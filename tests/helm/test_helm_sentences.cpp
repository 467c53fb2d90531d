// The helm's NMEA 0183 sentences: hand-worked examples (checksums XORed here by hand, field
// layouts from memory of NMEA 0183 v2.3, as the builders' comments say), the 82-character limit,
// the route split, our own decoder reading them back, the [[output]] keys, and the planar
// cross-track geometry against a hand computation.
#include <gtest/gtest.h>

#include <cmath>
#include <string>

#include "common/config_section.hpp"
#include "decode/nmea.hpp"
#include "engine/helm_steering.hpp"
#include "helm/helm_config.hpp"
#include "helm/steering_sentences.hpp"
#include "nav/survey_crs.hpp"

using namespace sg;

namespace {

// The NMEA 0183 checksum by hand: XOR of every byte between '$' and '*', two upper-case hex digits.
std::string withChecksum(const std::string& body) {
    unsigned x = 0;
    for (const char c : body) x ^= static_cast<unsigned char>(c);
    const char* hex = "0123456789ABCDEF";
    return "$" + body + "*" + hex[(x >> 4) & 0xF] + hex[x & 0xF];
}

helm::SteeringFix exampleFix() {
    helm::SteeringFix f;
    f.valid = true;
    f.origin_id = "HF01A";
    f.dest_id = "HF01B";
    f.dest = {52.1852, 4.5};           // 52 deg 11.112 min N, 4 deg 30 min E
    f.xte_m = 20.0;                    // 20 m to starboard: 20 / 1852 = 0.0108 nm -> "0.011", steer L
    f.bearing_origin_dest_deg = 45.0;
    f.bearing_to_dest_deg = 44.94;     // -> "44.9"
    f.range_to_dest_m = 555.6;         // 0.3 nm -> "0.30"
    return f;
}

}  // namespace

TEST(HelmSentences, ChecksumOfAPublishedStyleBodyByHand) {
    // "GPHDT,123.4,T": the decoder's checksum helper against the hand XOR above.
    EXPECT_EQ(decode::nmeaWithChecksum("GPHDT,123.4,T"), withChecksum("GPHDT,123.4,T"));
}

TEST(HelmSentences, XteApbRmbHandWorked) {
    const helm::SentenceOptions opt;  // talker IN, 3 decimals of nautical miles
    const auto f = exampleFix();
    EXPECT_EQ(helm::buildXte(f, opt), withChecksum("INXTE,A,A,0.011,L,N,A"));
    EXPECT_EQ(helm::buildApb(f, opt), withChecksum("INAPB,A,A,0.011,L,N,V,V,45.0,T,HF01B,44.9,T,44.9,T,A"));
    EXPECT_EQ(helm::buildRmb(f, opt),
              withChecksum("INRMB,A,0.011,L,HF01A,HF01B,5211.112,N,00430.000,E,0.30,44.9,,V,A"));
    // Port of the track (negative): steer right.
    auto p = f;
    p.xte_m = -3.704;  // 0.002 nm
    EXPECT_EQ(helm::buildXte(p, opt), withChecksum("INXTE,A,A,0.002,R,N,A"));
    // Arrival: RMB field 13 and APB fields 6 and 7.
    p.arrival_circle_entered = true;
    p.perpendicular_passed = true;
    EXPECT_NE(helm::buildRmb(p, opt).find(",A,A*"), std::string::npos);
    EXPECT_NE(helm::buildApb(p, opt).find(",N,A,A,45.0,"), std::string::npos);
}

TEST(HelmSentences, VoidWhenNoLine) {
    const helm::SentenceOptions opt{"GP", 3};
    const helm::SteeringFix none;
    EXPECT_EQ(helm::buildXte(none, opt), withChecksum("GPXTE,V,V,,,N,N"));
    EXPECT_EQ(helm::buildApb(none, opt), withChecksum("GPAPB,V,V,,,,V,V,,,,,,,,N"));
    EXPECT_EQ(helm::buildRmb(none, opt), withChecksum("GPRMB,V,,,,,,,,,,,,V,N"));
}

TEST(HelmSentences, LatLonFormattingCarriesRoundedMinutes) {
    EXPECT_EQ(helm::formatLatitude(52.5), "5230.0000,N");
    EXPECT_EQ(helm::formatLongitude(-4.5), "00430.0000,W");
    EXPECT_EQ(helm::formatLatitude(-33.0 - 59.99999 / 60.0), "3400.0000,S");  // 59.99999' rounds to 60
    EXPECT_EQ(helm::formatLongitude(179.999999999), "18000.0000,E");
    EXPECT_EQ(helm::formatLatitude(1.0 + 0.5 / 60.0, 3), "0100.500,N");
}

TEST(HelmSentences, LongestValuesStayWithin82Characters) {
    helm::SteeringFix f = exampleFix();
    f.origin_id = helm::lineEndId("VERYLONGNAME", false);
    f.dest_id = helm::lineEndId("VERYLONGNAME", true);
    EXPECT_EQ(f.origin_id, "VEAMEA");  // first 2 + last 3 letters/digits
    EXPECT_EQ(helm::lineEndId("INF-01", true), "INF01B");
    EXPECT_EQ(helm::lineEndId("HF01", false), "HF01A");
    f.xte_m = 1e9;
    f.range_to_dest_m = 1e12;
    f.closing_mps = -1e3;
    f.dest = {-89.9999, -179.9999};
    f.bearing_origin_dest_deg = 359.99;
    f.bearing_to_dest_deg = 359.94;
    for (int dec = 2; dec <= 4; ++dec) {
        const helm::SentenceOptions opt{"IN", dec};
        for (const char* t : {"XTE", "APB", "RMB"}) {
            const auto s = helm::buildSteering(t, f, opt);
            EXPECT_LE(s.size() + 2, helm::kMaxSentenceChars) << s;  // + CR LF
            EXPECT_EQ(decode::decodeRouteNmea(s).reason, decode::Reason::Ok) << s;
        }
    }
    // 359.99 prints 0.0 (not 360.0); reserved characters never reach a field.
    EXPECT_NE(helm::buildApb(f, {}).find(",0.0,T,"), std::string::npos);
    EXPECT_EQ(helm::waypointId("a,b*c$"), "a_b_c_");
}

TEST(HelmSentences, OwnDecoderReadsTheSteeringSentences) {
    const helm::SentenceOptions opt;
    auto f = exampleFix();
    f.closing_mps = 2.0 * helm::kMpsPerKnot;
    const auto rmb = decode::decodeRouteNmea(helm::buildRmb(f, opt));
    ASSERT_EQ(rmb.reason, decode::Reason::Ok) << rmb.detail;
    const auto& r = std::get<decode::Rmb>(rmb.data);
    EXPECT_TRUE(r.valid);
    EXPECT_NEAR(*r.xte_nm, 0.011, 1e-12);
    EXPECT_EQ(r.steer, 'L');
    EXPECT_EQ(r.origin_id, "HF01A");
    EXPECT_EQ(r.dest_id, "HF01B");
    EXPECT_NEAR(*r.dest_lat_deg, 52.1852, 0.001 / 60.0);  // 3 decimals of minutes
    EXPECT_NEAR(*r.dest_lon_deg, 4.5, 0.001 / 60.0);
    EXPECT_NEAR(*r.closing_kn, 2.0, 1e-9);
    const auto apb = decode::decodeRouteNmea(helm::buildApb(f, opt));
    ASSERT_EQ(apb.reason, decode::Reason::Ok) << apb.detail;
    EXPECT_EQ(std::get<decode::Apb>(apb.data).dest_id, "HF01B");
    EXPECT_EQ(std::get<decode::Apb>(apb.data).bearing_origin_dest_ref, 'T');
    // A changed byte fails the checksum; a GGA is not a route sentence.
    auto bad = helm::buildXte(f, opt);
    bad[10] = '1';
    EXPECT_EQ(decode::decodeRouteNmea(bad).reason, decode::Reason::BadChecksum);
    EXPECT_EQ(decode::decodeRouteNmea("$GPGGA,123519,4807.038,N,01131.000,E,1,08,0.9,545.4,M,46.9,M,,*47").reason,
              decode::Reason::UnknownSentence);
    EXPECT_EQ(decode::decodeRouteNmea(withChecksum("INXTE,A,A,x,L,N,A")).reason, decode::Reason::BadField);
}

TEST(HelmSentences, RouteSplitsIntoRteSentencesWithinTheLimit) {
    std::vector<helm::Waypoint> w;
    for (int i = 0; i < 20; ++i)
        w.push_back({helm::lineEndId("IF-" + std::to_string(10 + i / 2), i % 2 == 1), {52.0 + i * 1e-3, 4.5}});
    const auto s = helm::buildRoute("INFILL", w, {});
    std::vector<std::string> ids;
    int rte = 0, total = 0;
    for (std::size_t k = 0; k < s.size(); ++k) {
        EXPECT_LE(s[k].size() + 2, helm::kMaxSentenceChars) << s[k];
        const auto d = decode::decodeRouteNmea(s[k]);
        ASSERT_EQ(d.reason, decode::Reason::Ok) << s[k] << " " << d.detail;
        if (k < w.size()) {
            const auto& p = std::get<decode::Wpl>(d.data);  // waypoints first
            EXPECT_EQ(p.id, w[k].id);
            EXPECT_NEAR(p.lat_deg, w[k].pos.lat_deg, 1e-4 / 60.0);
        } else {
            const auto& r = std::get<decode::Rte>(d.data);
            EXPECT_EQ(r.number, ++rte);
            total = r.total;
            EXPECT_EQ(r.route_id, "INFILL");
            EXPECT_EQ(r.mode, 'c');
            ids.insert(ids.end(), r.waypoints.begin(), r.waypoints.end());
        }
    }
    EXPECT_GT(rte, 1);  // 20 identifiers do not fit one sentence
    EXPECT_EQ(total, rte);
    ASSERT_EQ(ids.size(), w.size());
    for (std::size_t i = 0; i < w.size(); ++i) EXPECT_EQ(ids[i], w[i].id);
}

TEST(HelmSteering, RouteWaypointIdentifiersAreUnique) {
    nav::SurveyCrs crs(32631);
    const coverage::Point a{602972.982, 5762100.490}, b{603972.982, 5762100.490};
    // Two names that shorten alike: every waypoint numbered instead.
    const auto w = engine::routeWaypoints({{"LINE-X-001", a, b}, {"LIXX-001", b, a}}, crs);
    ASSERT_EQ(w.size(), 4u);
    EXPECT_EQ(w[0].id, "W01A");
    EXPECT_EQ(w[3].id, "W02B");
    const auto v = engine::routeWaypoints({{"INF-01", a, b}, {"INF-02", b, a}}, crs);
    EXPECT_EQ(v[2].id, "INF02A");
    EXPECT_NEAR(v[0].pos.lat_deg, 52.0, 1e-7);  // BUILD-NOTES reference point
    EXPECT_NEAR(v[0].pos.lon_deg, 4.5, 1e-7);
}

TEST(HelmSteering, PlanarCrossTrackAndArrivalAgainstHandComputation) {
    // UTM 31N around lat 52, lon 4.5 (E 602972.982, N 5762100.490 by PROJ/GeographicLib/GeoConvert,
    // BUILD-NOTES). Leg 1000 m north-east at 45 degrees of grid; the position 10 m along the
    // right-hand normal and 300 m along: xte = +10 m (starboard), not arrived.
    nav::SurveyCrs crs(32631);
    const coverage::Point o{602972.982, 5762100.490};
    const double u = std::sqrt(0.5);
    const coverage::Point d{o.e_m + 1000 * u, o.n_m + 1000 * u};
    coverage::Point p{o.e_m + 300 * u + 10 * u, o.n_m + 300 * u - 10 * u};  // normal (un, -ue)
    auto f = engine::steeringFixFor({o, d, p}, crs, 50.0);
    ASSERT_TRUE(f.valid);
    EXPECT_NEAR(f.xte_m, 10.0, 1e-6);
    EXPECT_FALSE(f.arrival_circle_entered);
    EXPECT_FALSE(f.perpendicular_passed);
    // Range: the geodesic differs from the 700 m grid distance by the UTM scale factor (about
    // 0.9996 near the central meridian, lon 3): within 0.1 %.
    EXPECT_NEAR(f.range_to_dest_m, std::hypot(700.0, 10.0), 1.0);
    // True bearing = grid bearing + convergence (lon 4.5 east of the central meridian: positive,
    // sin(52 deg) * 1.5 deg = 1.18 deg, Snyder 1987 eq. 8-19 first term).
    EXPECT_NEAR(f.bearing_origin_dest_deg, 45.0 + std::sin(52.0 * M_PI / 180.0) * 1.5, 0.05);
    // Past the end, within 50 m: both flags.
    p = {d.e_m + 20 * u, d.n_m + 20 * u};
    f = engine::steeringFixFor({o, d, p}, crs, 50.0);
    EXPECT_TRUE(f.arrival_circle_entered);
    EXPECT_TRUE(f.perpendicular_passed);
    // Port side: negative.
    p = {o.e_m - 5 * u, o.n_m + 5 * u};
    EXPECT_NEAR(engine::steeringFixFor({o, d, p}, crs, 50.0).xte_m, -5.0, 1e-6);
}

TEST(HelmConfig, KeysParsedAndTyposRejectedNamingKeyAndFile) {
    auto parse = [](const std::string& text) {
        const auto t = config::parseText(text, "helm.toml");
        return helm::parseOutputs(config::Section(t, "helm.toml"));
    };
    const auto o = parse("[[output]]\nname='bridge'\nkind='steering'\ntransport='udp'\nhost='127.0.0.1'\nport=10110\n"
                         "sentences=['XTE','RMB']\ntalker='GP'\n");
    ASSERT_EQ(o.size(), 1u);
    EXPECT_EQ(o[0].port, 10110);
    EXPECT_EQ(o[0].rate_hz, 1.0);
    EXPECT_EQ(o[0].sentences, (std::vector<std::string>{"XTE", "RMB"}));
    EXPECT_EQ(o[0].sentence.talker, "GP");
    auto failsWith = [&](const std::string& text, const std::string& key) {
        try {
            parse(text);
            ADD_FAILURE() << "accepted: " << text;
        } catch (const config::ConfigError& e) {
            const std::string m = e.what();
            EXPECT_NE(m.find("helm.toml"), std::string::npos) << m;
            EXPECT_NE(m.find(key), std::string::npos) << m;
        }
    };
    const std::string base = "[[output]]\nkind='steering'\ntransport='udp'\nhost='h'\nport=1\n";
    failsWith(base + "rate=1\n", "rate");                         // typo of rate_hz
    failsWith(base + "sentences=['XTE','GGA']\n", "sentences");
    failsWith(base + "talker='P1'\n", "talker");
    failsWith(base + "rate_hz=50\n", "rate_hz");
    failsWith("[[output]]\nkind='steering'\ntransport='serial'\nport=3\ndevice='/dev/x'\n", "port");
    failsWith("[[output]]\nkind='steering'\ntransport='udp'\nhost='h'\n", "port");
}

····················

**Task brief**
With the line holding "ids.insert(ids.end(), r.waypoints.begin(), r.waypoints.end());" as the first and the line holding "const double u = std::sqrt(0.5);" as the last, set down that range of the entries above exactly, and nothing else.

**Answer to the exercise**
            ids.insert(ids.end(), r.waypoints.begin(), r.waypoints.end());
        }
    }
    EXPECT_GT(rte, 1);  // 20 identifiers do not fit one sentence
    EXPECT_EQ(total, rte);
    ASSERT_EQ(ids.size(), w.size());
    for (std::size_t i = 0; i < w.size(); ++i) EXPECT_EQ(ids[i], w[i].id);
}

TEST(HelmSteering, RouteWaypointIdentifiersAreUnique) {
    nav::SurveyCrs crs(32631);
    const coverage::Point a{602972.982, 5762100.490}, b{603972.982, 5762100.490};
    // Two names that shorten alike: every waypoint numbered instead.
    const auto w = engine::routeWaypoints({{"LINE-X-001", a, b}, {"LIXX-001", b, a}}, crs);
    ASSERT_EQ(w.size(), 4u);
    EXPECT_EQ(w[0].id, "W01A");
    EXPECT_EQ(w[3].id, "W02B");
    const auto v = engine::routeWaypoints({{"INF-01", a, b}, {"INF-02", b, a}}, crs);
    EXPECT_EQ(v[2].id, "INF02A");
    EXPECT_NEAR(v[0].pos.lat_deg, 52.0, 1e-7);  // BUILD-NOTES reference point
    EXPECT_NEAR(v[0].pos.lon_deg, 4.5, 1e-7);
}

TEST(HelmSteering, PlanarCrossTrackAndArrivalAgainstHandComputation) {
    // UTM 31N around lat 52, lon 4.5 (E 602972.982, N 5762100.490 by PROJ/GeographicLib/GeoConvert,
    // BUILD-NOTES). Leg 1000 m north-east at 45 degrees of grid; the position 10 m along the
    // right-hand normal and 300 m along: xte = +10 m (starboard), not arrived.
    nav::SurveyCrs crs(32631);
    const coverage::Point o{602972.982, 5762100.490};
    const double u = std::sqrt(0.5);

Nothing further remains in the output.